Work instruction:
Copy out the data line by line exactly, from its start to the line bearing "own frames (rays", inclusive.

Items from a dataset:
package mesh

import (
	"math"
	"math/rand/v2"
	"testing"

	"github.com/go-gl/mathgl/mgl64"
)

// RayFan must give exactly what Ray gives for each of its rays (the same T, bit for bit, and
// no hit where Ray finds none): fans from stations on a tube's axis in its own frames (rays
// that run through vertices and along edges of a regular mesh), from random points in random
// planes, through a soup of overlapping triangles, with and without a reach.
func TestRayFanMatchesRay(t *testing.T) {
	rng := rand.New(rand.NewPCG(7, 8))
	soup := &Mesh{}
	for i := 0; i < 600; i++ {
		c := randVec(rng, -5, 5)
		n := int32(len(soup.Vertices))
		soup.Vertices = append(soup.Vertices, c, c.Add(randVec(rng, -1, 1)), c.Add(randVec(rng, -1, 1)))
		soup.Triangles = append(soup.Triangles, [3]int32{n, n + 1, n + 2})
	}
	type station struct{ o, u, v mgl64.Vec3 }
	cylinder := func(r, h float64, seg int) ([]station, *Mesh) {
		var st []station
		for k := 0; k <= 20; k++ {
			st = append(st, station{mgl64.Vec3{0, 0, h * float64(k) / 20}, mgl64.Vec3{1, 0, 0}, mgl64.Vec3{0, 1, 0}})
		}
		return st, shapeCylinder(r, h, seg, 40)
	}
	arc := func(frame func(float64) shapeFrame, m *Mesh) ([]station, *Mesh) {
		var st []station
		for k := 0; k <= 40; k++ {
			f := frame(float64(k) / 40)
			st = append(st, station{f.c, f.n, f.b})
		}
		return st, m
	}
	cases := map[string]func() ([]station, *Mesh){
		"cylinder 64":    func() ([]station, *Mesh) { return cylinder(1, 10, 64) },
		"cylinder 96":    func() ([]station, *Mesh) { return cylinder(0.5, 4, 96) },
		"canal-like":     func() ([]station, *Mesh) { return arc(arcFrame(12, 1.4), shapeCanalLike(24, 60)) },
		"canal-like big": func() ([]station, *Mesh) { return arc(arcFrame(12, 1.4), shapeCanalLike(64, 160)) },
		"sphere":         func() ([]station, *Mesh) { return nil, shapeUVSphere(2, 48, 24) },
		"cylinder 700":   func() ([]station, *Mesh) { return cylinder(0.5, 4, 700) },
		"soup":           func() ([]station, *Mesh) { return nil, soup },
	}
	for name, build := range cases {
		stations, m := build()
		b := NewBVH(m)
		lo, hi := m.Bounds()
		for i := 0; i < 60; i++ {
			// Random planes through random points in and around the mesh.
			o := randVec(rng, 0, 1)
			for k := range 3 {
				o[k] = lo[k] - 0.5 + o[k]*(hi[k]-lo[k]+1)
			}
			if i%2 == 0 {
				o = m.Vertices[rng.IntN(len(m.Vertices))].Add(randVec(rng, -0.3, 0.3))
			}
			u := randVec(rng, -1, 1).Normalize()
			v := u.Cross(randVec(rng, -1, 1)).Normalize()
			stations = append(stations, station{o, u, v})
		}
		hits, rays := 0, 0
		fc := &FanCaster{BVH: b}
		rayByRay := 0
		for i, st := range stations {
			for _, n := range []int{128, 96, 7} {
				cs, sn := make([]float64, n), make([]float64, n)
				for j := range n {
					a := 2 * math.Pi * float64(j) / float64(n)
					cs[j], sn[j] = math.Cos(a), math.Sin(a)
				}
				tMax := math.Inf(1)
				if i%3 == 1 {
					tMax = 0.3 + rng.Float64()
				}
				got := make([]float64, n)
				b.RayFan(st.o, st.u, st.v, cs, sn, tMax, got)
				// The caster, fan or ray by ray as it judges, gives the same.
				if fc.skip > 0 {
					rayByRay++
				}
				cast := make([]float64, n)
				fc.Cast(st.o, st.u, st.v, cs, sn, tMax, cast)
				for j := range n {
					if math.Float64bits(cast[j]) != math.Float64bits(got[j]) {
						t.Fatalf("%s station %d, %d rays, ray %d: caster %v, fan %v", name, i, n, j, cast[j], got[j])
					}
				}
				for j := range n {
					want := -1.0
					if h, ok := b.Ray(st.o, st.u.Mul(cs[j]).Add(st.v.Mul(sn[j])), tMax); ok {
						want = h.T
						hits++
					}
					rays++
					if math.Float64bits(got[j]) != math.Float64bits(want) {
						t.Fatalf("%s station %d, %d rays, ray %d: fan %v, Ray %v", name, i, n, j, got[j], want)
					}
				}
			}
		}
		if name == "cylinder 700" && rayByRay == 0 {
			t.Errorf("%s: the caster never went ray by ray on a surface of 1400 facets around", name)
		}
		if hits < rays/5 {
			t.Errorf("%s: only %d of %d rays hit, the check is too weak", name, hits, rays)
		}
	}
}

Answer to the exercise:
package mesh

import (
	"math"
	"math/rand/v2"
	"testing"

	"github.com/go-gl/mathgl/mgl64"
)

// RayFan must give exactly what Ray gives for each of its rays (the same T, bit for bit, and
// no hit where Ray finds none): fans from stations on a tube's axis in its own frames (rays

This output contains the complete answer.